What you need to do —
Look through the material and copy each line holding "bearerToken".

Extracted information —
---+---

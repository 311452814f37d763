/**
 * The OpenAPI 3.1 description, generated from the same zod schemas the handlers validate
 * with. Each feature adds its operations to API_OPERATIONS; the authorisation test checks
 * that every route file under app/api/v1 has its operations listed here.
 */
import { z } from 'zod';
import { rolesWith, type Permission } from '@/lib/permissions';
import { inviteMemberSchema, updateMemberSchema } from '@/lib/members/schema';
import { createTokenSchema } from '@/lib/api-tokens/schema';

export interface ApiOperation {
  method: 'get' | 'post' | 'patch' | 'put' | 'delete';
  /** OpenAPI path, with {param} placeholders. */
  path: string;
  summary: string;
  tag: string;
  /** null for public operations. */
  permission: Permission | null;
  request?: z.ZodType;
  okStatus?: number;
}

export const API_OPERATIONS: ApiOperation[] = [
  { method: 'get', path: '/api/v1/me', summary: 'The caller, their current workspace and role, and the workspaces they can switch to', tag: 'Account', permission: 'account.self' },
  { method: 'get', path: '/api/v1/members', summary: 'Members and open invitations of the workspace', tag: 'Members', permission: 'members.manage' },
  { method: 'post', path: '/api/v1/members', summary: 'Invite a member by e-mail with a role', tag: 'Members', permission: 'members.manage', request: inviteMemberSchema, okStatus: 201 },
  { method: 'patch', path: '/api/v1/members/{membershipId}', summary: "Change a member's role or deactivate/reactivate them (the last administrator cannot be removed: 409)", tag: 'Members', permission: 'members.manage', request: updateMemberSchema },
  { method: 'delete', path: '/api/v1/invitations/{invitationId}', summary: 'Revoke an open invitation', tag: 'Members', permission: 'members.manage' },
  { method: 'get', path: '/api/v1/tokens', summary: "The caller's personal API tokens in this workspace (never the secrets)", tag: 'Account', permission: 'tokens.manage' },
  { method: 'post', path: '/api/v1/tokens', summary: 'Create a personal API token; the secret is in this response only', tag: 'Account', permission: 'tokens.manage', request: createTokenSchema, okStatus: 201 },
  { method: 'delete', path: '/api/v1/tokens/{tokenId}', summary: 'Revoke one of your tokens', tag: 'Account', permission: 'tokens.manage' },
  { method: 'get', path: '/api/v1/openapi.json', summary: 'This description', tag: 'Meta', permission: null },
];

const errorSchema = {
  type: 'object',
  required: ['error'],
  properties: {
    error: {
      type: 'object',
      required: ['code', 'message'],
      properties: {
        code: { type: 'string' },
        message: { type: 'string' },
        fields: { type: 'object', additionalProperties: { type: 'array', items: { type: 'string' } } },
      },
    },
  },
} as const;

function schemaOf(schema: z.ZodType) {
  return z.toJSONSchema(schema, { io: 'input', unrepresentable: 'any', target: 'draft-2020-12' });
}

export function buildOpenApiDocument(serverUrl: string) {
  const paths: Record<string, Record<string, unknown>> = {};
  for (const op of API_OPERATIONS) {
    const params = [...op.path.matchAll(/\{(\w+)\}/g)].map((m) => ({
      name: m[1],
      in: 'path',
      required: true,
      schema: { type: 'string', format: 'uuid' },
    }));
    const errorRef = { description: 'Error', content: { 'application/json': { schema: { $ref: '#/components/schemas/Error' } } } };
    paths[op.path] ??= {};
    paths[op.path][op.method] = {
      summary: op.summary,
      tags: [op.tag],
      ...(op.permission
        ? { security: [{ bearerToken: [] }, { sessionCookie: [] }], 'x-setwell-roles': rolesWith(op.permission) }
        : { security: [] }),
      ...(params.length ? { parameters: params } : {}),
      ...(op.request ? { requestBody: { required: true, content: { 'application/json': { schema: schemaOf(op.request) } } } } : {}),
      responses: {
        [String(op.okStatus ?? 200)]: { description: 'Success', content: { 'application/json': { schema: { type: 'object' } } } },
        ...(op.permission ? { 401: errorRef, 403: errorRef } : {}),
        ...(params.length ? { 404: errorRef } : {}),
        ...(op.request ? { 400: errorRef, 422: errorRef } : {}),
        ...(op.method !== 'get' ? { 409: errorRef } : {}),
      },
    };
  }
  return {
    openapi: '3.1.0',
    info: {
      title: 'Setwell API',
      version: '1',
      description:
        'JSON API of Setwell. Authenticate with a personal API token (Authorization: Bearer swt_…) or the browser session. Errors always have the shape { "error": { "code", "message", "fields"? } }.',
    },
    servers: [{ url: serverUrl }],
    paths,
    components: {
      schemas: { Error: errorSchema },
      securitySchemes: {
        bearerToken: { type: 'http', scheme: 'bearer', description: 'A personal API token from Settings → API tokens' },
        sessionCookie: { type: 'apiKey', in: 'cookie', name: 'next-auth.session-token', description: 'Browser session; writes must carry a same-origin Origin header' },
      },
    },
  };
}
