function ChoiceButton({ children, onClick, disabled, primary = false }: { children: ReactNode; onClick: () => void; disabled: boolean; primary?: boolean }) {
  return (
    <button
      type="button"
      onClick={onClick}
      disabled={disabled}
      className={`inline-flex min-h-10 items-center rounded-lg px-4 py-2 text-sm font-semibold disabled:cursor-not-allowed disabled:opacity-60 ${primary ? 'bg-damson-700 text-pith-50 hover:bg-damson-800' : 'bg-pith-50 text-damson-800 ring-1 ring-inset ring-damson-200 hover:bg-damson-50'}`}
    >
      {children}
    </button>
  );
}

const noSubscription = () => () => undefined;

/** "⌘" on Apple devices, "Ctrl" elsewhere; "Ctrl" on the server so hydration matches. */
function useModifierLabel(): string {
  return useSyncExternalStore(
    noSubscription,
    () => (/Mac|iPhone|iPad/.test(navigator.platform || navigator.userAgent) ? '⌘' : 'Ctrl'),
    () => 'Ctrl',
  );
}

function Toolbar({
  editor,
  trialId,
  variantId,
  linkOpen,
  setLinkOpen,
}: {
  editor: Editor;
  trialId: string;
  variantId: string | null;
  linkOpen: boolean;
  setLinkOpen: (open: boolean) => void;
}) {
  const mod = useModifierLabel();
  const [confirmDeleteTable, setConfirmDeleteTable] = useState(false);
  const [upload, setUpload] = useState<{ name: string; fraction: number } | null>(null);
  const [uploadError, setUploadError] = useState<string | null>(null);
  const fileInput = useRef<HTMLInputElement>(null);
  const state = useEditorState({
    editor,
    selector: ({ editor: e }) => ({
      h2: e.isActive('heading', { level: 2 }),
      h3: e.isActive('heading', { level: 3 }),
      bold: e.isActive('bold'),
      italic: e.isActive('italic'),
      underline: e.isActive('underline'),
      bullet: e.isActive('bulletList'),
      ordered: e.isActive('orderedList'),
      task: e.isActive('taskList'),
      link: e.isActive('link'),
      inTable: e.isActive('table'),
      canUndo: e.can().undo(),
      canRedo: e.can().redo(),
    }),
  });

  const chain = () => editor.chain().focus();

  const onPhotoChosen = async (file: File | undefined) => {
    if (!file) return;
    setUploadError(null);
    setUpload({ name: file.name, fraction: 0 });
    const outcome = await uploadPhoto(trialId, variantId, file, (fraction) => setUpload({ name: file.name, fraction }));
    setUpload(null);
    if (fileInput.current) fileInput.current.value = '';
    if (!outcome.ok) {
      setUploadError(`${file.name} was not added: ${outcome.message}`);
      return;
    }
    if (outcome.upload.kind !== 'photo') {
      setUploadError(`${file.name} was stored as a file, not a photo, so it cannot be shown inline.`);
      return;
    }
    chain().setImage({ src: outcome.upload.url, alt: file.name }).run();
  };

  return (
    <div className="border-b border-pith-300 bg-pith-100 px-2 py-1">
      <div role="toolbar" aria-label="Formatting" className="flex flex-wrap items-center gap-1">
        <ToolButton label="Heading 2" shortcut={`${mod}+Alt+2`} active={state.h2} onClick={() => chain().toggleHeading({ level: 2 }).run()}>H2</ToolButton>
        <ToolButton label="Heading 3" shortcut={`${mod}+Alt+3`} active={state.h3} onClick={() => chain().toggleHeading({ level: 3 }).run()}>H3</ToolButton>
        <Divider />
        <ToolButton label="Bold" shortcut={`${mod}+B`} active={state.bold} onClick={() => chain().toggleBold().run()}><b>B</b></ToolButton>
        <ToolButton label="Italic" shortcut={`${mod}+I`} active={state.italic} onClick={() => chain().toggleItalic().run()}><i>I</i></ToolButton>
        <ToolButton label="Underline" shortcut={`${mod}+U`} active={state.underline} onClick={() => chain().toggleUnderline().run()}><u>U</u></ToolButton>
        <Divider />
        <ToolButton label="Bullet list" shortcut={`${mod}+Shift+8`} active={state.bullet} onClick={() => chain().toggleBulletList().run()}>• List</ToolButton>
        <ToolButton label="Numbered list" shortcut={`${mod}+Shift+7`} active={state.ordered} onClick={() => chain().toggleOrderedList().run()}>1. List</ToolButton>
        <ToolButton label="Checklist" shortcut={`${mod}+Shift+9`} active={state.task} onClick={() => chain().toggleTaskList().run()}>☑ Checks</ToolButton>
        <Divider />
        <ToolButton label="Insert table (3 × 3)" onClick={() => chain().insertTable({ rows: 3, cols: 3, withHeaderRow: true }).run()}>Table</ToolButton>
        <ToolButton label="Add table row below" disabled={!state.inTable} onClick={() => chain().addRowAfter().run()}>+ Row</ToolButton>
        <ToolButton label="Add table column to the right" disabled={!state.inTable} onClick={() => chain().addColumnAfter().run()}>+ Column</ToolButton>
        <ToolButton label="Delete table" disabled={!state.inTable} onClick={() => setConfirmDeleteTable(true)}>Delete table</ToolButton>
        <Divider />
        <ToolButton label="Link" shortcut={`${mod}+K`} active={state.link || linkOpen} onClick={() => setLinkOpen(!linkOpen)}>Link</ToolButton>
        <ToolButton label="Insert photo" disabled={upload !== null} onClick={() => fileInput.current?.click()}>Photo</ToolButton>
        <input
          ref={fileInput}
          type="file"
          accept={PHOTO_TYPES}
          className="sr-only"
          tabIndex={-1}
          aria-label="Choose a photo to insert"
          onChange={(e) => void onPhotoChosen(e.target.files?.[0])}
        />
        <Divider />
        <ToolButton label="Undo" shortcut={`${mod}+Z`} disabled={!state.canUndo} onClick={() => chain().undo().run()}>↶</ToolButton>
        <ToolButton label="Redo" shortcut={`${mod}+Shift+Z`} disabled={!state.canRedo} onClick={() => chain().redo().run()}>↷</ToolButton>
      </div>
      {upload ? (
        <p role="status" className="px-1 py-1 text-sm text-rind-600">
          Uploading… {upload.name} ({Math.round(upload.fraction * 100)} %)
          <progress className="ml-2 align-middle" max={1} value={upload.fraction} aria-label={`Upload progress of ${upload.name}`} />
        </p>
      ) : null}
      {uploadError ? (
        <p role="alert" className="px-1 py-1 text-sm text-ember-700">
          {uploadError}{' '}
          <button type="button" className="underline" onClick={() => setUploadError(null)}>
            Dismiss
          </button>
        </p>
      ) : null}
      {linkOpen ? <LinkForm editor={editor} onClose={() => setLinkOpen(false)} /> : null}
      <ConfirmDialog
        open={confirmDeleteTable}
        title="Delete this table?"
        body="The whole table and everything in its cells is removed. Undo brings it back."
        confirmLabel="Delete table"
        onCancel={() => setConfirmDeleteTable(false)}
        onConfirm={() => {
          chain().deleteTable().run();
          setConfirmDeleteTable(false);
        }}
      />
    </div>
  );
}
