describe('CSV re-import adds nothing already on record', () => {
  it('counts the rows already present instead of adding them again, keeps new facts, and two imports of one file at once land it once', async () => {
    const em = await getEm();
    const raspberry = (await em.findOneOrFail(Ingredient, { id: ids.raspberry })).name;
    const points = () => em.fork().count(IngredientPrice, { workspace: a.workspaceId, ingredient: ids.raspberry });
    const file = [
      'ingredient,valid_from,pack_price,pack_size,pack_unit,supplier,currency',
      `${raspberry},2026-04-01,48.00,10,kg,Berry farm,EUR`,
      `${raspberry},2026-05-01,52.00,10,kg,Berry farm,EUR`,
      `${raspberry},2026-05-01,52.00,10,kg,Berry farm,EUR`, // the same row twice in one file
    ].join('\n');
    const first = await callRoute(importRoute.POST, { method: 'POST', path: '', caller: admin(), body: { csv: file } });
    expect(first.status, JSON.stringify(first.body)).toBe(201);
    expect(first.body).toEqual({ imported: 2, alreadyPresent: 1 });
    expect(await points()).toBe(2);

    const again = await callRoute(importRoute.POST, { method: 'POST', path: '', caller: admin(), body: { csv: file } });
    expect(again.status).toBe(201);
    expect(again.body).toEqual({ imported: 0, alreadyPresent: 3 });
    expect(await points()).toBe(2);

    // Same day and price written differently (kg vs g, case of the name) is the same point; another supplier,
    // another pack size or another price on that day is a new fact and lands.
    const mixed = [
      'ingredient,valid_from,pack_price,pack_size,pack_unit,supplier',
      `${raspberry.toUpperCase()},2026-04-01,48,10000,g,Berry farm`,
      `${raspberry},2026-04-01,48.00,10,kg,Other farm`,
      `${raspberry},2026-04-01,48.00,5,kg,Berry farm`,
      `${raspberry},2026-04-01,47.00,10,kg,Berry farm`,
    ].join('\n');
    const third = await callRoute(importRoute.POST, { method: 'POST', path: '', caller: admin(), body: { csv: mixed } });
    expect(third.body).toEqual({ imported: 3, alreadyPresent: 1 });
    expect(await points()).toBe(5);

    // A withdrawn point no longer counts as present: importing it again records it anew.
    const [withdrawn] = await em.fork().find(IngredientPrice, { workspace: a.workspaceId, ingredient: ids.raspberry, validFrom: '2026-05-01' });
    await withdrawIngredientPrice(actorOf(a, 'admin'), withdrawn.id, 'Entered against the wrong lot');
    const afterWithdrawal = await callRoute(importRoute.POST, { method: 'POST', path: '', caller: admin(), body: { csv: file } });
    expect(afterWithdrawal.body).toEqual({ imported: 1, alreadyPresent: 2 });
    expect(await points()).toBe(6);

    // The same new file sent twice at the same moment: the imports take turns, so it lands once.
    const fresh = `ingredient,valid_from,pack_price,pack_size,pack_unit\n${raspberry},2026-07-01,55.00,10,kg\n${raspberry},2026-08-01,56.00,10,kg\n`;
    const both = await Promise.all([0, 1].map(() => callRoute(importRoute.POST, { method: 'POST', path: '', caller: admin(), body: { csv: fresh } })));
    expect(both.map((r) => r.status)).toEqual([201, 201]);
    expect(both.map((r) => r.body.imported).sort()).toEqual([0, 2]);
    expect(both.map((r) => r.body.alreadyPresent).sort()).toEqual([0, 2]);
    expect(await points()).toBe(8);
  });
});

---+---

Solution for this task —
        ? { security: [{ bearerToken: [] }, { sessionCookie: [] }], 'x-setwell-roles': rolesWith(op.permission) }
        bearerToken: { type: 'http', scheme: 'bearer', description: 'A personal API token from Settings → API tokens' },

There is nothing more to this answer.